Every line below between the line holding "# [[hum.source]] tables" and the line holding "of the string", inclusive, should be repeated exactly, and all other lines omitted.

(Beginning of Records for this task)

"""The design model: one candidate voicing and what it plays into, validated, in SI units.

Frozen dataclasses; :mod:`render.design.loading` builds them from TOML files
(checked against :mod:`render.design.schema`), and
:func:`render.circuit.params.from_designs` turns them into the engine's arrays.
"""

from __future__ import annotations

from dataclasses import dataclass, field, fields, replace
from typing import TYPE_CHECKING, Any

if TYPE_CHECKING:
    from ..magnetics.coil import CoilGeometry
    from ..magnetics.hum import DipoleSource, UniformSource

# Default buzz profile: relative field amplitudes of mains harmonics 1..9.
# Our own choice for the demo (odd harmonics stronger, as rectifier loads
# make them); not a measurement of any room (common practice, no source).
DEFAULT_HARMONICS = (1.0, 0.05, 0.3, 0.03, 0.2, 0.02, 0.12, 0.01, 0.06)


@dataclass(frozen=True)
class Coil:
    inductance: float
    resistance: float
    capacitance: float
    sensitivity: float
    turns_area: float
    position: float
    aperture: float = 0.0
    eddy_resistance: float | None = None
    eddy_coupling: float | None = None
    eddy_corner: float | None = None
    signal_polarity: int = 1
    hum_polarity: int = 1
    winding: Winding | None = None  # when L and R were derived from a winding
    geometry: CoilGeometry | None = None  # the turns in space; turns_area is then its derived value
    entered_turns_area: float | None = None  # m², the file's turns_area beside a geometry (shown, not used)
    ladder: Any = None  # render.impedance.ladder.Ladder: the inductance with its core loss, replacing inductance and eddy_* (inductance is then its DC value)
    impedance_from: Any = None  # render.design.coil_impedance.DerivedImpedance or MeasuredImpedance: where the ladder, R and C came from


@dataclass(frozen=True)
class Winding:
    """A winding as given, and what was derived from it (estimates)."""

    turns: float
    wire_diameter: float  # m, bare copper
    wire_awg: float | None
    mean_turn: float
    height: float
    depth: float
    core_factor: float
    temperature: float
    wire_length: float  # m, derived
    inductance: float  # H, derived (estimate)
    resistance: float  # Ω, derived (estimate)


@dataclass(frozen=True)
class InputNet:
    series_c: float
    series_r: float
    load_r: float | None = None
    load_c: float | None = None
    bias_top: float | None = None  # input_b only
    bias_bottom: float | None = None
    shunt_c: float | None = None


@dataclass(frozen=True)
class Feedback:
    r: float
    c: float | None = None


@dataclass(frozen=True)
class Output:
    coupling_c: float
    series_r: float
    shunt_r: float | None = None


@dataclass(frozen=True)
class Supply:
    battery: float
    margin_low: float = 1.0
    margin_high: float = 1.0
    knee: float = 0.5
    gbw: float | None = None
    open_loop_gain: float = 1e5
    slew_rate: float | None = None
    noise_voltage: float = 10e-9
    noise_current: float = 1e-14


@dataclass(frozen=True)
class Rig:
    volume_pot: float = 25e3
    volume: float = 1.0
    volume_taper: str = "audio"
    tone_pot: float = 25e3
    tone: float = 1.0
    tone_taper: str = "linear"
    tone_cap: float = 22e-9
    cable_length: float = 6.0
    cable_capacitance: float = 100e-12
    amp_r: float = 1e6
    amp_c: float = 50e-12
    passive_pot: float = 500e3
    passive_tone_cap: float = 22e-9


@dataclass(frozen=True)
class Hum:
    mains: float = 50.0
    field: float = 1e-6
    harmonics: tuple[float, ...] = DEFAULT_HARMONICS
    sources: tuple[DipoleSource | UniformSource, ...] = ()  # [[hum.source]]: when given, the whole field (``field`` unused)


@dataclass(frozen=True)
class Design:
    """One candidate voicing, validated, in SI units (what :func:`render.load_design` returns).

    The tables are those of the design file (README, "The design file"); every
    value in them is in SI base units (Ω, F, H, V, m, T).

    Attributes
    ----------
    name : str
        The file's stem (or its ``name``).
    coil_a, coil_b : Coil
        The two coils: impedance (H, Ω, F), sensitivity (V per m/s), signal
        polarity, position and aperture along the string (m), turns area (m²),
        and their ``geometry`` (a :class:`render.CoilGeometry`, m) when placed in space.
    input_a, input_b : InputNet
        Each coil's input network (series C in F, series and load R in Ω); ``input_b`` holds the bias divider (Ω).
    feedback : Feedback
        The feedback R (Ω) and C (F, or None).
    output : Output
        Coupling C (F), series and shunt R (Ω).
    supply : Supply
        Battery (V), the output's margins below and above (V) and its knee (V).
    rig : Rig
        What the pickup plays into: controls (Ω, 0..1 rotations, F), cable (m, F/m), amp input (Ω, F).
    hum : Hum
        Mains frequency (Hz), the room's field (T), harmonics (relative amplitudes) and hum sources in space.
    notes : str
    source : str
        The file it came from, as given.
    sha256 : str
        Of the file's bytes, kept in every record.
    construction : PickupBuild or None
        What the pickup is built from, when the file has a ``[construction]``.
    text : str
        The design file's text as read ("" for a design built in memory); for a changed
        design (:func:`render.with_values`), the file's text with the changes made.
    changes : tuple of (str, value)
        The ``("table.key", value)`` changes :func:`render.with_values` made to the file
        (empty for a design as its file says); kept in every record.
    stem : str
        The file stem its outputs are named by (property): its file's, or a changed design's name.
    bias_v, limit_low_v, limit_high_v, headroom_up_v, headroom_down_v : float, V
        The bias point, the output's linear window and the room to its edges (properties).
    """

    name: str
    coil_a: Coil
    coil_b: Coil
    input_a: InputNet
    input_b: InputNet
    feedback: Feedback
    output: Output
    supply: Supply
    rig: Rig = field(default_factory=Rig)
    hum: Hum = field(default_factory=Hum)
    notes: str = ""
    source: str = ""  # the file it came from, as given
    sha256: str = ""  # of the file's bytes, recorded in every render
    construction: Any = None  # render.design.construction.PickupBuild, when [construction] is given
    text: str = field(default="", repr=False, compare=False)  # the design file's text (with changes made, for a changed design)
    changes: tuple[tuple[str, Any], ...] = field(default=(), compare=False)  # render.with_values' ("table.key", value) pairs

    @property
    def stem(self) -> str:
        """The file stem its outputs are named by: its file's, or a changed design's name (made safe for a file name)."""
        import re
        from pathlib import Path

        if not self.changes:
            return Path(self.source).stem
        return re.sub(r"[^A-Za-z0-9._=+-]+", "-", self.name).strip("-.") or "design"

    @property
    def bias_v(self) -> float:
        """DC bias at the non-inverting input: battery · bottom / (top + bottom) (V)."""
        b = self.input_b
        assert b.bias_top is not None and b.bias_bottom is not None  # input_b always has them
        return self.supply.battery * b.bias_bottom / (b.bias_top + b.bias_bottom)

    @property
    def limit_low_v(self) -> float:
        return self.supply.margin_low

    @property
    def limit_high_v(self) -> float:
        return self.supply.battery - self.supply.margin_high

    @property
    def headroom_up_v(self) -> float:
        """From the bias point up to the upper limit of the amplifier output (V)."""
        return self.limit_high_v - self.bias_v

    @property
    def headroom_down_v(self) -> float:
        """From the bias point down to the lower limit of the amplifier output (V)."""
        return self.bias_v - self.limit_low_v

    def with_rig(self, rig: Rig | None = None, hum: Hum | None = None) -> Design:
        return replace(self, rig=rig or self.rig, hum=hum or self.hum)

    def with_geometry(self, coil_a: CoilGeometry | None = None, coil_b: CoilGeometry | None = None) -> Design:
        """The design with these coils' turns placed in space (``turns_area`` becomes the geometry's; the entered one is kept beside it)."""
        from ..arguments import instance
        from ..magnetics.coil import CoilGeometry

        coils = {}
        for name, g in (("coil_a", coil_a), ("coil_b", coil_b)):
            if g is not None:
                instance(name, g, CoilGeometry, "a render.CoilGeometry(...) or None")
                c = getattr(self, name)
                entered = c.entered_turns_area if c.geometry is not None else c.turns_area
                coils[name] = replace(c, geometry=g, turns_area=g.turns_area, entered_turns_area=entered)
        return replace(self, **coils)


@dataclass(frozen=True)
class RigFile:
    """A rig file as read (what :func:`render.load_rig` returns): its [rig] (with defaults) and its [hum], if it had one.

    Attributes
    ----------
    rig : Rig
        Controls (pots in Ω, rotations 0..1, tone cap in F), cable (length in m, capacitance in F/m), amp input (Ω, F).
    hum : Hum or None
        Mains frequency (Hz), the room's field (T), harmonics and hum sources; None when the file has no [hum].
    source : str
        The file it came from, as given.
    sha256 : str
        Of the file's bytes, kept in every record.
    """

    rig: Rig
    hum: Hum | None
    source: str
    sha256: str


def design_to_dict(design: Design) -> dict[str, Any]:
    """Every field in SI units, for JSON records."""

    def conv(obj):
        if hasattr(obj, "__dataclass_fields__"):
            kind = {"kind": obj.kind} if isinstance(getattr(type(obj), "kind", None), str) else {}  # a hum source's kind
            return {**kind, **{f.name: conv(getattr(obj, f.name)) for f in fields(obj)}}
        if isinstance(obj, tuple):
            return [conv(x) for x in obj]
        return obj

    out = conv(design)
    hum = out.get("hum")
    if isinstance(hum, dict) and hum.get("sources"):
        # [[hum.source]] tables are the whole field: the uniform default is not in the room (as render hum's field_t)
        hum["field"] = None
        hum["field_reason"] = "the [[hum.source]] tables are the whole field; [hum] field is not used"
    return out
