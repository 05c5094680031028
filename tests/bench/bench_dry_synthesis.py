"""Speed of the string synthesis (run by hand: ``python tests/bench/bench_dry_synthesis.py``).

Prints the time to synthesise a 10 s six-string phrase at 48 kHz at two
sensing points, and the ratio to real time. Target of our own: well under
one second. Not collected by pytest (no unit test is timed).
"""

from __future__ import annotations

import sys
import time
from pathlib import Path

ROOT = Path(__file__).resolve().parents[2]
sys.path.insert(0, str(ROOT))

from render.dry.modal import string_velocity  # noqa: E402
from render.dry.phrase import load_phrase, parse_phrase  # noqa: E402

TEN_SECONDS = {
    "seconds": 10.0,
    "chord": [
        {"time": 0.0, "frets": [0, 2, 2, 1, 0, 0]},
        {"time": 2.5, "frets": [3, 2, 0, 0, 0, 3]},
        {"time": 5.0, "frets": ["x", 0, 2, 2, 2, 0], "direction": "up"},
        {"time": 7.5, "frets": [0, 2, 2, 0, 0, 0]},
    ],
    "note": [{"time": 0.25 * k, "string": 6, "fret": 0, "mute": 0.7} for k in range(1, 10)] + [{"time": 3.0, "string": 1, "fret": 7, "bend": {"semitones": 1, "over": 0.1}, "duration": 1.0}],
}


def best_of(fn, repeats=5):
    fn()  # warm up
    times = []
    for _ in range(repeats):
        t = time.perf_counter()
        fn()
        times.append(time.perf_counter() - t)
    return min(times)


def main() -> None:
    cases = [("10 s, six strings (4 chords, 9 muted notes, a bend)", parse_phrase(TEN_SECONDS, source="bench"))]
    cases += [(f"dry_signals/{p.name}", load_phrase(p)) for p in sorted((ROOT / "dry_signals").glob("*.toml"))]
    for label, phrase in cases:
        seconds = best_of(lambda: string_velocity(phrase, sample_rate=48000, positions=[0.045, 0.063], apertures=[0.02, 0.02]))
        print(f"{label:60s} {phrase.seconds:5.1f} s audio  {seconds * 1e3:7.1f} ms  ({phrase.seconds / seconds:6.0f}x real time)")
    flux_slopes()


def flux_slopes() -> None:
    """A constructed pickup's flux-table slopes at 400,000 points: the compiled kernel against scipy's own evaluation."""
    import numpy as np
    from scipy.interpolate import RectBivariateSpline

    from render.dry._flux_kernel import slope_tables, slopes

    rng = np.random.default_rng(0)
    dy, dz = np.linspace(-8e-3, 8e-3, 33), np.linspace(-1.5e-3, 2e-3, 15)
    spline = RectBivariateSpline(dy, dz, rng.normal(size=(33, 15)), kx=3, ky=3)
    y, z = rng.uniform(-1e-3, 1e-3, 400_000), rng.uniform(-1e-3, 1e-3, 400_000)
    tables = slope_tables(spline.tck)
    ours = best_of(lambda: slopes(tables, y, z))
    theirs = best_of(lambda: (spline.ev(y, z, dx=1), spline.ev(y, z, dy=1)))
    print(f"flux slopes, 400,000 points: compiled {ours * 1e3:.1f} ms, scipy ev {theirs * 1e3:.1f} ms ({theirs / ours:.1f}x)")
    emf_step(spline, tables, rng)


def emf_step(spline, tables, rng) -> None:
    """One coil's sensing step at 400,000 samples of float32 motion at a scaled strength: the fused kernel against
    the same step in numpy (scale, mask the silent samples, clip, compiled slopes, multiply and add)."""
    import numpy as np

    from render.dry._flux_kernel import add_emf, slopes

    n = 400_000
    t = np.arange(n) / 48000.0  # a string's smooth swing at 110 Hz, sampled at 48 kHz
    moving = np.vstack([0.6e-3 * np.sin(2 * np.pi * 110 * t), 0.4e-3 * np.cos(2 * np.pi * 110 * t), rng.normal(0, 0.3, (2, n))]).astype(np.float32)
    box = (-8e-3, 8e-3, -1.5e-3, 2e-3)
    out = np.zeros(n)

    def arrays():
        m = 1.7 * moving.astype(float)
        live = np.flatnonzero(np.any(m != 0.0, axis=0))
        y, z = np.clip(m[0, live], box[0], box[1]), np.clip(m[1, live], box[2], box[3])
        gy, gz = slopes(tables, y, z)
        out[live] += gy * m[2, live] + gz * m[3, live]

    fused = best_of(lambda: add_emf(tables, box, moving, out, scale=1.7))
    steps = best_of(arrays)
    print(f"one coil's EMF from kept motion, 400,000 samples: fused {fused * 1e3:.1f} ms, in numpy steps {steps * 1e3:.1f} ms ({steps / fused:.1f}x)")


if __name__ == "__main__":
    main()
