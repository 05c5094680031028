"""Engine and command benchmarks: run by hand, prints figures against targets.

    python tests/bench/bench_engine.py            # both benchmarks
    python tests/bench/bench_engine.py --designs 2000 --repeats 3

1. The engine: 10,000 random valid designs (the ngspice cross-check's
   generator) evaluated at 200 log-spaced frequencies, 20 Hz to 20 kHz:
   the velocity, passive and hum responses. Target: under 5 s. Loading
   the designs (validation) is timed separately; the engine figure counts
   from validated designs to the sampled responses.
2. ``render response MODEL --points 600`` end to end in a fresh process,
   start-up included (summary only, and with --csv). Target: well under
   1 s (we report against 1 s). Skipped with a note if the command is not
   there yet.

Not collected by pytest (the name does not start with ``test_``).
"""

from __future__ import annotations

import argparse
import statistics
import subprocess
import sys
import tempfile
import time
from pathlib import Path

ROOT = Path(__file__).resolve().parents[2]
sys.path.insert(0, str(ROOT))

import numpy as np  # noqa: E402

from render.circuit.engine import responses  # noqa: E402
from render.circuit.params import from_designs  # noqa: E402
from render.design import parse_design  # noqa: E402
from tests.circuit.designgen import random_design_dict  # noqa: E402

ENGINE_TARGET_S = 5.0
RESPONSE_TARGET_S = 1.0


def _line(label, seconds, target=None):
    ratio = f"   {seconds / target:5.2f} × target ({target:g} s)" if target else ""
    print(f"  {label:44s} {seconds * 1e3:9.1f} ms{ratio}")


def bench_engine(n: int, repeats: int, seed: int = 1):
    print(f"engine: {n} random designs at 200 frequencies")
    rng = np.random.default_rng(seed)
    dicts = [random_design_dict(rng, i) for i in range(n)]
    t0 = time.perf_counter()
    designs = [parse_design(d, source=f"random-{i}") for i, d in enumerate(dicts)]
    _line("parse_design (validation), not counted", time.perf_counter() - t0)
    f = np.geomspace(20.0, 20e3, 200)
    best = {}
    for _ in range(repeats):
        t = [time.perf_counter()]
        p = from_designs(designs)
        t.append(time.perf_counter())
        r = responses(p)
        t.append(time.perf_counter())
        h = r.velocity()(f)
        hp = r.passive_velocity()(f)
        hh = r.hum()(f)
        t.append(time.perf_counter())
        for k, dt in zip(("from_designs", "responses", "evaluate"), np.diff(t)):
            best[k] = min(best.get(k, np.inf), dt)
        best["total"] = min(best.get("total", np.inf), t[-1] - t[0])
    assert h.shape == hp.shape == hh.shape == (n, f.size)
    assert np.all(np.isfinite(h)) and np.all(np.isfinite(hp)) and np.all(np.isfinite(hh))
    _line("from_designs (Design -> arrays)", best["from_designs"])
    _line("responses (rational transfer functions)", best["responses"])
    _line("evaluate velocity + passive + hum (N×200)", best["evaluate"])
    _line(f"engine total (best of {repeats})", best["total"], ENGINE_TARGET_S * n / 10_000)
    if n != 10_000:
        print(f"  (target scaled to {n} designs: {ENGINE_TARGET_S * n / 10_000:g} s)")


def _has_response_command() -> bool:
    try:
        import render.cli.response  # noqa: F401
    except ImportError:
        return False
    return True


def _time_command(args, repeats):
    times = []
    for _ in range(repeats):
        t0 = time.perf_counter()
        res = subprocess.run(args, capture_output=True, text=True, cwd=ROOT)
        times.append(time.perf_counter() - t0)
        if res.returncode != 0:
            raise RuntimeError(f"{' '.join(args)} exited {res.returncode}:\n{res.stderr[-1000:]}")
    return times


def bench_response(repeats: int):
    print("render response, 600 points, end to end (fresh process each run)")
    model = ROOT / "models" / "studio-reference.toml"
    if not _has_response_command():
        print("  skipped: `render response` is not there yet (render/cli/response.py)")
        return
    if not model.exists():
        print(f"  skipped: {model} not found")
        return
    py = [sys.executable]
    base = _time_command(py + ["-c", "pass"], repeats)
    _line(f"python start-up alone (median of {repeats})", statistics.median(base))
    plain = _time_command(py + ["-m", "render", "response", str(model), "--points", "600"], repeats)
    _line(f"summary only (median of {repeats})", statistics.median(plain), RESPONSE_TARGET_S)
    _line("summary only (worst)", max(plain), RESPONSE_TARGET_S)
    with tempfile.TemporaryDirectory() as tmp:
        times = []
        for i in range(repeats):
            out = Path(tmp) / f"r{i}.csv"
            times += _time_command(py + ["-m", "render", "response", str(model), "--points", "600", "--csv", str(out)], 1)
            rows = out.read_text().splitlines()
            assert len(rows) == 601, f"expected a header and 600 rows, got {len(rows)} lines"
    _line(f"with --csv (median of {repeats})", statistics.median(times), RESPONSE_TARGET_S)


def main():
    ap = argparse.ArgumentParser(description=__doc__.split("\n\n")[0])
    ap.add_argument("--designs", type=int, default=10_000)
    ap.add_argument("--repeats", type=int, default=3)
    ap.add_argument("--skip-engine", action="store_true")
    ap.add_argument("--skip-response", action="store_true")
    a = ap.parse_args()
    if not a.skip_engine:
        bench_engine(a.designs, a.repeats)
    if not a.skip_response:
        bench_response(max(a.repeats, 5))


if __name__ == "__main__":
    main()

(End of Records for this task)

■ **Reply to the exercise**:
        # [[hum.source]] tables are the whole field: the uniform default is not in the room (as render hum's field_t)
        hum["field"] = None
        hum["field_reason"] = "the [[hum.source]] tables are the whole field; [hum] field is not used"
    return out
repository 05c5094680031028
filename tests/bench/bench_dry_synthesis.py
"""Speed of the string synthesis (run by hand: ``python tests/bench/bench_dry_synthesis.py``).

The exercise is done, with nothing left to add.